(Items listed in a dataset)
[Start of section]

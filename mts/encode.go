package mts

import (
	"fmt"
	"math"
)

// Keys is a tuning of all 128 MIDI keys, one word each.
type Keys [128]Word

// AllDevices is the device ID every receiver answers to (the "all call").
const AllDevices = 0x7F

// AllChannels is the scale/octave form's channel mask for channels 1 to 16
// (bit 0 is channel 1).
const AllChannels = 0xFFFF

// Universal System Exclusive framing and the standard's sub-IDs.
const (
	sysexStart  = 0xF0
	sysexEnd    = 0xF7
	nonRealTime = 0x7E
	realTime    = 0x7F
	subTuning   = 0x08 // sub-ID #1: MIDI Tuning Standard
	subBulkDump = 0x01 // sub-ID #2: bulk tuning dump (non-real-time)
	subNotes    = 0x02 // single-note tuning change (real-time)
	subOctave2  = 0x09 // scale/octave tuning, 2-byte form
	nameLen     = 16
)

// maxChanges is how many keys one single-note message may change: the count
// travels in one data byte.
const maxChanges = 127

// SingleNoteChanges is the real-time single-note tuning change
// (F0 7F dev 08 02 program count [key word]... F7) for every key, split into
// as few messages of as equal a size as the one-byte count allows.
func SingleNoteChanges(device, program byte, keys *Keys) [][]byte {
	parts := (len(keys) + maxChanges - 1) / maxChanges
	per := (len(keys) + parts - 1) / parts
	var out [][]byte
	for first := 0; first < len(keys); first += per {
		last := min(first+per, len(keys))
		m := []byte{sysexStart, realTime, device & 0x7F, subTuning, subNotes, program & 0x7F, byte(last - first)}
		for k := first; k < last; k++ {
			b := keys[k].Bytes()
			m = append(m, byte(k), b[0], b[1], b[2])
		}
		out = append(out, append(m, sysexEnd))
	}
	return out
}

// BulkDump is the bulk tuning dump (F0 7E dev 08 01 program name[16]
// word×128 checksum F7). The name is cut or padded with spaces to 16
// characters; what is not printable ASCII becomes '?'.
func BulkDump(device, program byte, name string, keys *Keys) []byte {
	m := []byte{sysexStart, nonRealTime, device & 0x7F, subTuning, subBulkDump, program & 0x7F}
	for i := 0; i < nameLen; i++ {
		c := byte(' ')
		if i < len(name) {
			c = name[i]
		}
		if c < 0x20 || c > 0x7E {
			c = '?'
		}
		m = append(m, c)
	}
	for _, w := range keys {
		b := w.Bytes()
		m = append(m, b[:]...)
	}
	return append(m, checksum(m[1:]), sysexEnd)
}

// checksum is the bulk dump's: the exclusive-or of every byte after F0 up to
// the checksum, kept to seven bits.
func checksum(b []byte) byte {
	var x byte
	for _, c := range b {
		x ^= c
	}
	return x & 0x7F
}

// OffsetRange is how far the 2-byte scale/octave form reaches either side of
// equal temperament, in cents.
const OffsetRange = 100.0

// RangeError says which pitch class's offset the scale/octave form cannot
// carry.
type RangeError struct {
	PitchClass int // 0 = C … 11 = B
	Cents      float64
}

func (e *RangeError) Error() string {
	return fmt.Sprintf("pitch class %d lies %+.1f ¢ from equal temperament at A4 = 440 Hz, beyond the scale/octave form's ±100 ¢", e.PitchClass, e.Cents)
}

// ScaleOctave2 is the non-real-time scale/octave tuning in its 2-byte form
// (F0 7E dev 08 09 ff gg hh [ss tt]×12 F7): each pitch class's offset in
// cents from equal temperament at A4 = 440 Hz, C first, applied to the
// channels in the mask (bit 0 = channel 1). An offset beyond ±100 ¢ is a
// *RangeError naming the farthest.
func ScaleOctave2(device byte, channels uint16, offsets [12]float64) ([]byte, error) {
	var worst *RangeError
	for pc, c := range offsets {
		if !(math.Abs(c) <= OffsetRange) && (worst == nil || !(math.Abs(c) <= math.Abs(worst.Cents))) {
			worst = &RangeError{PitchClass: pc, Cents: c}
		}
	}
	if worst != nil {
		return nil, worst
	}
	m := []byte{sysexStart, nonRealTime, device & 0x7F, subTuning, subOctave2,
		byte(channels>>14) & 0x03, byte(channels>>7) & 0x7F, byte(channels) & 0x7F}
	for _, c := range offsets {
		v := offsetValue(c)
		m = append(m, byte(v>>7), byte(v)&0x7F)
	}
	return append(m, sysexEnd), nil
}

// offsetValue is the 14-bit value of an offset: 0 is −100 ¢, 0x2000 equal
// temperament, 0x3FFF +100 ¢ (which the linear steps of 100/8192 ¢ reach
// only to within one step).
func offsetValue(cents float64) int {
	return min(0x2000+int(math.Round(cents*0x2000/OffsetRange)), 0x3FFF)
}

// offsetCents is offsetValue's inverse.
func offsetCents(v int) float64 { return float64(v-0x2000) * OffsetRange / 0x2000 }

[End of section]

● DIRECTIONS FOR THIS TASK
Which lines above run from the one containing "ASCII becomes '?'." down to the one containing "class's offset in"? Repeat exactly those, both ends included, and nothing else.

● WRITTEN ANSWER
// characters; what is not printable ASCII becomes '?'.
func BulkDump(device, program byte, name string, keys *Keys) []byte {
	m := []byte{sysexStart, nonRealTime, device & 0x7F, subTuning, subBulkDump, program & 0x7F}
	for i := 0; i < nameLen; i++ {
		c := byte(' ')
		if i < len(name) {
			c = name[i]
		}
		if c < 0x20 || c > 0x7E {
			c = '?'
		}
		m = append(m, c)
	}
	for _, w := range keys {
		b := w.Bytes()
		m = append(m, b[:]...)
	}
	return append(m, checksum(m[1:]), sysexEnd)
}

// checksum is the bulk dump's: the exclusive-or of every byte after F0 up to
// the checksum, kept to seven bits.
func checksum(b []byte) byte {
	var x byte
	for _, c := range b {
		x ^= c
	}
	return x & 0x7F
}

// OffsetRange is how far the 2-byte scale/octave form reaches either side of
// equal temperament, in cents.
const OffsetRange = 100.0

// RangeError says which pitch class's offset the scale/octave form cannot
// carry.
type RangeError struct {
	PitchClass int // 0 = C … 11 = B
	Cents      float64
}

func (e *RangeError) Error() string {
	return fmt.Sprintf("pitch class %d lies %+.1f ¢ from equal temperament at A4 = 440 Hz, beyond the scale/octave form's ±100 ¢", e.PitchClass, e.Cents)
}

// ScaleOctave2 is the non-real-time scale/octave tuning in its 2-byte form
// (F0 7E dev 08 09 ff gg hh [ss tt]×12 F7): each pitch class's offset in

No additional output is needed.